Let a circle of radius 4 pass through the origin O , the points $$A(-\sqrt{3}a,0)$$ and $$B(0,-\sqrt{2}b)$$. where a and b are real parameters and $$ab\neq 0$$. Then the locus of the centroid of $$\triangle OAB$$ is a circle of radius.

We need to find the radius of the locus of the centroid of $$\triangle OAB$$ where $$O$$ is the origin, $$A(-\sqrt{3}a, 0)$$ and $$B(0, -\sqrt{2}b)$$ as points on a circle of radius 4 passing through all three vertices.

Since the circle passes through the origin its equation can be written as $$x^2 + y^2 + Dx + Ey = 0$$, and substituting $$A(-\sqrt{3}a, 0)$$ gives $$3a^2 - \sqrt{3}aD = 0\Rightarrow D = \sqrt{3}a$$ while substituting $$B(0, -\sqrt{2}b)$$ leads to $$2b^2 - \sqrt{2}bE = 0\Rightarrow E = \sqrt{2}b$$.

Because the radius equals $$\frac12\sqrt{D^2 + E^2} = \frac12\sqrt{3a^2 + 2b^2}$$ and is given as 4, it follows that $$3a^2 + 2b^2 = 64$$.

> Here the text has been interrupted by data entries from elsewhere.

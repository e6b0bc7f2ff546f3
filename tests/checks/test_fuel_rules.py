"""Each rule about fuel: one plan that breaks it, and the same plan put right."""

from __future__ import annotations

import inspect
from collections.abc import Callable, Mapping
from dataclasses import replace
from datetime import UTC, datetime
from importlib import import_module
from typing import Any, cast

import numpy as np
import pytest

from ledger.checks.facts import Facts
from ledger.checks.run import RULES
from ledger.errors import Finding, Severity
from ledger.fuel.reckon import reckon
from ledger.geometry.closed_cell import ClosedCell
from ledger.mass.report import WeightReport
from ledger.model.attitude import Attitude
from ledger.model.plan import FuelGrade, Plan
from ledger.model.snapshot import Iteration, Snapshot
from ledger.model.tanks import Cell, Circle, Feed, Join, Opening, Outside, Polygon, Tank, Tanks
from ledger.model.vectors import Vector
from ledger.units import Display

NOW = datetime(2026, 10, 2, 12, 0, tzinfo=UTC)
FACES = np.array(
    [
        [0, 1, 3],
        [0, 3, 2],
        [4, 6, 7],
        [4, 7, 5],
        [0, 4, 5],
        [0, 5, 1],
        [2, 3, 7],
        [2, 7, 6],
        [0, 2, 6],
        [0, 6, 4],
        [1, 5, 7],
        [1, 7, 3],
    ]
)
GROUND = Attitude(name="ground", fill=True, flight=False)
FLIGHTS = (
    Attitude(name="climb", pitch_deg=10.0),
    Attitude(name="descent", pitch_deg=-5.0),
    Attitude(name="slip right", roll_deg=5.0),
    Attitude(name="slip left", roll_deg=-5.0),
)
AVGAS = FuelGrade(grade="avgas", density_15c_kg_m3=715.0, feed_flow_m3_s=1e-5)


def box(low: Vector, high: Vector) -> ClosedCell:
    corners = [[x, y, z] for x in (low[0], high[0]) for y in (low[1], high[1]) for z in (low[2], high[2])]
    return ClosedCell.from_mesh(np.array(corners), FACES)


def slot(name: str, between: str, low: float, high: float, y: float = 0.5) -> Opening:
    one, two = between.split()
    outside = Outside(two) if two in {kind.value for kind in Outside} else None
    points = ((0.5, y, low), (0.5, y + 0.01, low), (0.5, y + 0.01, high), (0.5, y, high))
    return Opening(
        name=name, cells=(one,) if outside else (one, two), outside=outside, rim=Polygon(points_m=points)
    )


CELLS = {"A": box((0.0, 0.0, 0.0), (1.0, 1.0, 1.0)), "B": box((0.0, 1.0, 0.0), (1.0, 2.0, 1.0))}
GOOD = {
    one.name: one
    for one in (
        slot("outlet", "A outlet", 0.0, 0.0),
        slot("drain", "A drain", 0.0, 0.0),
        slot("filler", "A filler", 0.9, 0.9),
        slot("vent", "A vent", 1.0, 1.0),
        slot("low", "A B", 0.0, 0.05, 1.0),
        slot("high", "A B", 0.95, 1.0, 1.0),
    )
}
Openings = Mapping[str, Opening]


def plan_of(tanks: Tanks, attitudes: tuple[Attitude, ...], fuel: FuelGrade | None) -> Plan:
    """A plan of tanks and nothing else."""
    return Plan(
        name="r1",
        title="first",
        display=Display.METRIC,
        materials=(),
        laminates=(),
        parts=(),
        shapes=(),
        tanks=tanks,
        attitudes=attitudes,
        fuel=fuel,
    )


NOTHING_BUILT = Snapshot(
    iterations=(),
    logged=(),
    pieces={},
    lots={},
    sheets={},
    offcuts={},
    batches={},
    scales={},
    held={},
    gone={},
    last_seq=1,
    last_digest="",
    now=NOW,
)


def facts(
    openings: Openings = GOOD,
    *,
    cells: Mapping[str, ClosedCell] = CELLS,
    attitudes: tuple[Attitude, ...] = (GROUND, *FLIGHTS),
    fuel: FuelGrade | None = AVGAS,
    split: bool = False,
    feeds: tuple[Feed, ...] = (),
    reckoned: bool = True,
) -> Facts:
    """What the rules see of two boxes side by side with these openings."""
    names = tuple(cells)
    members = tuple((name,) for name in names) if split else (names,) * bool(names)
    tanks = Tanks(
        tanks=tuple(Tank(name=f"tank {own[0]}", cells=own, expansion=0.02) for own in members),
        cells=tuple(Cell(name=name, mesh=name) for name in names),
        openings=tuple(openings.values()),
        feeds=feeds,
    )
    iteration = Iteration(name="r1", seq=1, at=NOW, plan=plan_of(tanks, attitudes, fuel))
    snapshot = replace(NOTHING_BUILT, iterations=(iteration,))
    report = reckon(tanks, cells, {}, attitudes, fuel, levels=2) if reckoned else None
    return Facts(snapshot=snapshot, weights=cast(WeightReport, None), fuel=report)


def without(*names: str) -> Openings:
    return {name: opening for name, opening in GOOD.items() if name not in names}


def ridged() -> ClosedCell:
    """A box whose floor has a ridge across the middle."""
    section = [(0.0, 0.0), (0.5, 0.4), (1.0, 0.0), (1.0, 1.0), (0.0, 1.0)]
    corners = [(x, y, z) for y in (0.0, 1.0) for x, z in section]
    sides = [(k, (k + 1) % 5, n) for k in range(5) for n in ((k + 1) % 5 + 5,)]
    sides += [(k, (k + 1) % 5 + 5, k + 5) for k in range(5)]
    ends = [(1, b, a) for a, b in ((2, 3), (3, 4), (4, 0))]
    far = [(6, a + 5, b + 5) for _, b, a in ends]
    return ClosedCell.from_mesh(np.array(corners), np.array([*sides, *ends, *far])[:, ::-1])


STRAY = replace(GOOD["low"], rim=Circle(centre_m=(0.5, 0.9, 0.05), diameter_m=0.1, normal=(0.0, 1.0, 0.0)))
APART = {
    one.name: one
    for one in (
        *without("low", "high").values(),
        slot("outlet B", "B outlet", 0.0, 0.0, 1.5),
        slot("filler B", "B filler", 0.9, 0.9, 1.5),
        slot("vent B", "B vent", 1.0, 1.0, 1.5),
        slot("drain B", "B drain", 0.0, 0.0, 1.5),
    )
}
# At the front wall, as high as the fuel on the ground: nose up or down the fuel stands above it.
LOW_VENT = slot("vent", "A vent", 0.9, 0.9, 0.02)
FEED = (Feed(name="engine", outlets=("outlet", "outlet B"), join=Join.SELECT),)

# Rule, how grave, the thing it names, a plan that breaks it.
BROKEN: dict[str, tuple[Severity, tuple[str, ...], Callable[[], Facts]]] = {
    "attitude_without_mirror": (
        Severity.LOOK,
        ("slip right",),
        lambda: facts(attitudes=(GROUND, *FLIGHTS[:3])),
    ),
    "can_be_overfilled": (
        Severity.LOOK,
        ("tank A",),
        lambda: facts({**GOOD, "filler": slot("filler", "A filler", 0.99, 0.99)}),
    ),
    "caught_air": (Severity.LOOK, ("B",), lambda: facts(without("high"))),
    "cell_not_aired": (
        Severity.LOOK,
        ("B",),
        lambda: facts({**without("high"), "outlet": slot("outlet", "A outlet", 0.0, 0.2)}),
    ),
    "cells_overlap": (
        Severity.STOP,
        ("A",),
        lambda: facts(cells={**CELLS, "B": box((0.0, 0.9, 0.0), (1.0, 2.0, 1.0))}),
    ),
    "density_out_of_range": (
        Severity.LOOK,
        ("fuel",),
        lambda: facts(fuel=replace(AVGAS, density_15c_kg_m3=800.0)),
    ),
    "dry_cell": (Severity.LOOK, ("B",), lambda: facts(without("low", "high"))),
    "feed_flow_unknown": (Severity.NOTE, ("fuel",), lambda: facts(fuel=replace(AVGAS, feed_flow_m3_s=None))),
    "few_adverse_attitudes": (
        Severity.LOOK,
        ("attitude",),
        lambda: facts(attitudes=(GROUND, FLIGHTS[0], *FLIGHTS[2:])),
    ),
    "lost_overboard": (Severity.LOOK, ("tank A",), lambda: facts({**GOOD, "vent": LOW_VENT})),
    "no_drain": (Severity.LOOK, ("tank A",), lambda: facts(without("drain"))),
    "opening_far_from_wall": (Severity.LOOK, ("low",), lambda: facts({**GOOD, "low": STRAY})),
    "outlet_in_no_feed": (Severity.LOOK, ("outlet", "outlet B"), lambda: facts(APART, split=True)),
    "pocket_not_counted": (Severity.STOP, ("A",), lambda: facts(cells={**CELLS, "A": ridged()})),
}


def findings(rule: str, seen: Facts) -> tuple[Finding, ...]:
    return cast(tuple[Finding, ...], getattr(import_module(f"ledger.checks.{rule}"), rule)(seen))


@pytest.mark.parametrize("rule", sorted(BROKEN))
def test_a_plan_that_breaks_the_rule_is_named_with_place_severity_and_what_to_do(rule: str) -> None:
    severity, things, broken = BROKEN[rule]
    found = findings(rule, broken())
    assert tuple(one.where.thing for one in found) == things
    for one in found:
        assert one.code == rule.replace("_", "-")
        assert one.severity is severity
        assert one.what
        assert one.do


@pytest.mark.parametrize("rule", sorted(BROKEN))
def test_a_sound_plan_is_left_in_peace(rule: str) -> None:
    assert findings(rule, facts()) == ()
    assert findings(rule, facts(APART, split=True, feeds=FEED)) == ()


@pytest.mark.parametrize("rule", sorted(BROKEN))
def test_a_plan_without_tanks_or_figures_is_left_in_peace(rule: str) -> None:
    assert findings(rule, facts({}, cells={}, attitudes=(), reckoned=False, fuel=None)) == ()
    unreckoned = facts(reckoned=False)
    if rule not in ("outlet_in_no_feed",):
        assert findings(rule, unreckoned) == ()


def test_every_rule_about_fuel_is_run_and_in_order() -> None:
    names = [rule.__name__ for rule in RULES]
    assert set(BROKEN) <= set(names)
    assert names == sorted(names)
    for rule in RULES:
        assert inspect.getmodule(rule) is not None


def test_air_above_a_hole_bored_clear_of_the_skin_is_a_note() -> None:
    high = {**GOOD, "high": slot("high", "A B", 0.80, 0.895, 1.0)}
    (found,) = findings("caught_air", facts(high))
    assert (found.severity, found.where.thing) == (Severity.NOTE, "tank A")
    assert "B under high" in found.what


def test_a_cell_with_no_way_to_the_drain_is_named_by_itself() -> None:
    flap = {name: replace(one, one_way="B") if one.cells == ("A", "B") else one for name, one in GOOD.items()}
    found = findings("no_drain", facts(flap))
    assert [one.where.thing for one in found] == ["B"]


def test_a_cell_no_fuel_comes_to_on_filling_is_dry_though_joined_above() -> None:
    above: dict[str, Any] = {**without("low"), "high": slot("high", "A B", 0.95, 1.0, 1.0)}
    (found,) = findings("dry_cell", facts(above))
    assert "on filling" in found.what


def test_a_tank_without_a_filler_is_named_once_and_not_cell_by_cell() -> None:
    (found,) = findings("dry_cell", facts(without("filler")))
    assert found.where.thing == "tank A"
    assert found.what.startswith("the tank has no filler")
    assert "filler" in found.do


def test_one_of_two_tanks_without_a_filler_is_the_one_that_is_named() -> None:
    unfilled = {name: one for name, one in APART.items() if name != "filler B"}
    (found,) = findings("dry_cell", facts(unfilled, split=True))
    assert found.where.thing == "tank B"
    assert found.what.startswith("the tank has no filler")


def test_the_missing_attitudes_are_named() -> None:
    (found,) = findings("few_adverse_attitudes", facts(attitudes=(GROUND, FLIGHTS[2])))
    for words in ("nose up", "nose down", "left wing down"):
        assert words in found.what
    assert "right wing down" not in found.what


def test_fuel_lost_overboard_is_told_in_litres_for_each_attitude_above_a_tenth_of_a_litre() -> None:
    seen = facts({**GOOD, "vent": LOW_VENT})
    assert seen.fuel is not None
    (tank,) = seen.fuel.tanks
    (found,) = findings("lost_overboard", seen)
    lost = {one.attitude: one.lost_m3 for one in tank.attitudes if one.flight and one.lost_m3}
    assert lost
    for name, volume_m3 in lost.items():
        assert (f" L at {name}" in found.what) == (volume_m3 > 1e-4)
    for litres, told in ((0.09, 0), (0.11, 1)):
        attitudes = tuple(replace(one, lost_m3=litres / 1000.0) for one in tank.attitudes)
        report = replace(seen.fuel, tanks=(replace(tank, attitudes=attitudes),))
        assert len(findings("lost_overboard", replace(seen, fuel=report))) == told
    grounded = tuple(replace(one, flight=False) for one in tank.attitudes)
    report = replace(seen.fuel, tanks=(replace(tank, attitudes=grounded),))
    assert findings("lost_overboard", replace(seen, fuel=report)) == ()
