"""Copies are whole, verified, and never take the place of something."""

from __future__ import annotations

import contextlib
import sqlite3
from pathlib import Path
from typing import Any

import pytest

from ledger.book.checking import look_through
from ledger.book.copies import CopyDiffers, copy_book
from ledger.book.opening import open_for_reading, open_for_writing
from ledger.model.acts import Note


def test_a_copy_reads_like_the_book_and_leaves_one_file(shop: Any, tmp_path: Path) -> None:
    shop.enter("note", Note(text="x"))
    copied = tmp_path / "copies" / "wing.copy"
    copied.parent.mkdir()
    with open_for_reading(shop.book) as connection:
        last = copy_book(connection, copied)
        state = look_through(connection)
    assert [path.name for path in copied.parent.iterdir()] == ["wing.copy"]
    with open_for_reading(copied) as connection:
        assert look_through(connection) == state
    assert last == (2, state.last_digest)
    with open_for_writing(copied) as connection:
        assert connection.execute("PRAGMA journal_mode").fetchone() == ("wal",)


def test_a_copy_never_replaces_a_file(shop: Any, tmp_path: Path) -> None:
    target = tmp_path / "there"
    target.write_text("mine")
    with open_for_reading(shop.book) as connection, pytest.raises(FileExistsError):
        copy_book(connection, target)
    assert target.read_text() == "mine"
    assert sorted(path.name for path in tmp_path.iterdir()) == ["there", "wing.book"]


def test_a_copy_taken_while_another_writes_is_of_one_moment(shop: Any, tmp_path: Path) -> None:
    with open_for_reading(shop.book) as connection:
        shop.enter("note", Note(text="meanwhile"))
        assert copy_book(connection, tmp_path / "then")[0] == 1
    with open_for_reading(tmp_path / "then") as connection:
        assert look_through(connection).findings == ()


def test_a_damaged_book_gives_no_copy_that_looks_whole(shop: Any, tmp_path: Path) -> None:
    with contextlib.closing(sqlite3.connect(shop.book)) as connection:
        (size,) = connection.execute("PRAGMA page_size").fetchone()
        (root,) = connection.execute(
            "SELECT rootpage FROM sqlite_master WHERE name = 'idx_entry_digest'"
        ).fetchone()
    content = bytearray(shop.book.read_bytes())
    content[(root - 1) * size + 100 : root * size] = bytes(size - 100)
    shop.book.write_bytes(bytes(content))
    with open_for_reading(shop.book) as connection, pytest.raises((CopyDiffers, sqlite3.DatabaseError)):
        copy_book(connection, tmp_path / "copy")
    assert not (tmp_path / "copy").exists()
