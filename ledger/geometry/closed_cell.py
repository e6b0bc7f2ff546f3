"""A closed bay proved to be one: the only thing the questions about fuel accept."""

from __future__ import annotations

import hashlib
from dataclasses import dataclass

import numpy as np
from numpy.typing import ArrayLike

from ledger.geometry.crossings import refuse_overlap
from ledger.geometry.proof import checked_arrays, closed_form, refuse_flat
from ledger.geometry.solids import volume_integrals
from ledger.geometry.standing import Floats, Indices
from ledger.geometry.vectors import Vector, vector


@dataclass(frozen=True, slots=True, kw_only=True, eq=False)
class ClosedCell:
    """A triangle mesh that encloses a solid once everywhere, outward.

    vertices_m : (n, 3) float, read only
        Corners in metres, build axes (x aft, y right, z up).
    faces : (m, 3) int, read only
        Corner numbers, anticlockwise seen from outside.
    volume_m3, centroid_m
        Of the whole cell.
    digest : str
        SHA-256 of both arrays, the key under which figures about the cell may be kept.
    Make one by `from_mesh`, or by `from_proved` for arrays that came out of `from_mesh` before.
    """

    vertices_m: Floats
    faces: Indices
    volume_m3: float
    centroid_m: Vector
    digest: str

    @staticmethod
    def from_mesh(vertices_m: ArrayLike, faces: ArrayLike) -> ClosedCell:
        """Prove a mesh and keep it.

        vertices_m : (n, 3) float
            Corners in metres; the same corner may be given several times, as in a file of loose
            triangles. Corners within 1e-9 of the mesh's size are made one only where that closes it.
        faces : (m, 3) int
        Raises MeshRefused
            mesh-empty, mesh-not-finite, mesh-index; mesh-open (an edge has an odd number of
            triangles; the first three are named); mesh-flipped (neighbours, a whole shell or the
            whole mesh face the wrong way); mesh-flat (no volume); mesh-overlaps (a shell runs
            through itself or another, or lies in another and counts its space twice).
        A cavity, an inward shell inside a body, is legitimate.
        """
        vertices, triangles = closed_form(*checked_arrays(vertices_m, faces))
        refuse_flat(vertices, triangles, volume_integrals(vertices, triangles)[0])
        refuse_overlap(vertices, triangles)
        return ClosedCell.from_proved(vertices, triangles)

    @staticmethod
    def from_proved(vertices_m: ArrayLike, faces: ArrayLike) -> ClosedCell:
        """A cell of arrays that `from_mesh` gave earlier and a store kept under their digest.

        vertices_m : (n, 3) float, metres; faces : (m, 3) int, anticlockwise seen from outside.
        Nothing is proved again. Raises ValueError for arrays that cannot be a proved cell.
        """
        vertices = np.array(vertices_m, dtype=np.float64, order="C")
        triangles = np.array(faces, dtype=np.intp, order="C")
        if (
            vertices.ndim != 2
            or vertices.shape[1:] != (3,)
            or triangles.ndim != 2
            or triangles.shape[1:] != (3,)
        ):
            raise ValueError("vertices_m and faces must be rows of three")
        if len(triangles) == 0 or triangles.min() < 0 or triangles.max() >= len(vertices):
            raise ValueError("these faces cannot have been proved")
        volume, first, _ = volume_integrals(vertices, triangles)
        if not volume > 0.0:
            raise ValueError("a mesh without volume cannot have been proved")
        vertices.setflags(write=False)
        triangles.setflags(write=False)
        return ClosedCell(
            vertices_m=vertices,
            faces=triangles,
            volume_m3=volume,
            centroid_m=vector(first / volume),
            digest=digest_of(vertices, triangles),
        )


def digest_of(vertices_m: Floats, faces: Indices) -> str:
    """SHA-256, in hex, of the shapes and the bytes of both arrays (little-endian, 64 bits)."""
    whole = hashlib.sha256(f"{len(vertices_m)},{len(faces)};".encode())
    whole.update(np.ascontiguousarray(vertices_m, dtype="<f8").tobytes())
    whole.update(np.ascontiguousarray(faces, dtype="<i8").tobytes())
    return whole.hexdigest()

The centroid of $$\triangle OAB$$ is $$G = \Bigl(\frac{-\sqrt{3}a}{3}, \frac{-\sqrt{2}b}{3}\Bigr)$$, so setting $$h = \frac{-\sqrt{3}a}{3}$$ and $$k = \frac{-\sqrt{2}b}{3}$$ yields $$a = -\sqrt{3}\,h$$ and $$b = -\frac{3k}{\sqrt2}$$.

Substituting these expressions into the constraint gives $$3\times3h^2 + 2\times\frac{9k^2}{2} = 64$$, which simplifies to $$9h^2 + 9k^2 = 64$$ and hence $$h^2 + k^2 = \frac{64}{9}$$.

Therefore the locus of the centroid is a circle of radius $$\frac{8}{3}$$, so the answer is Option C.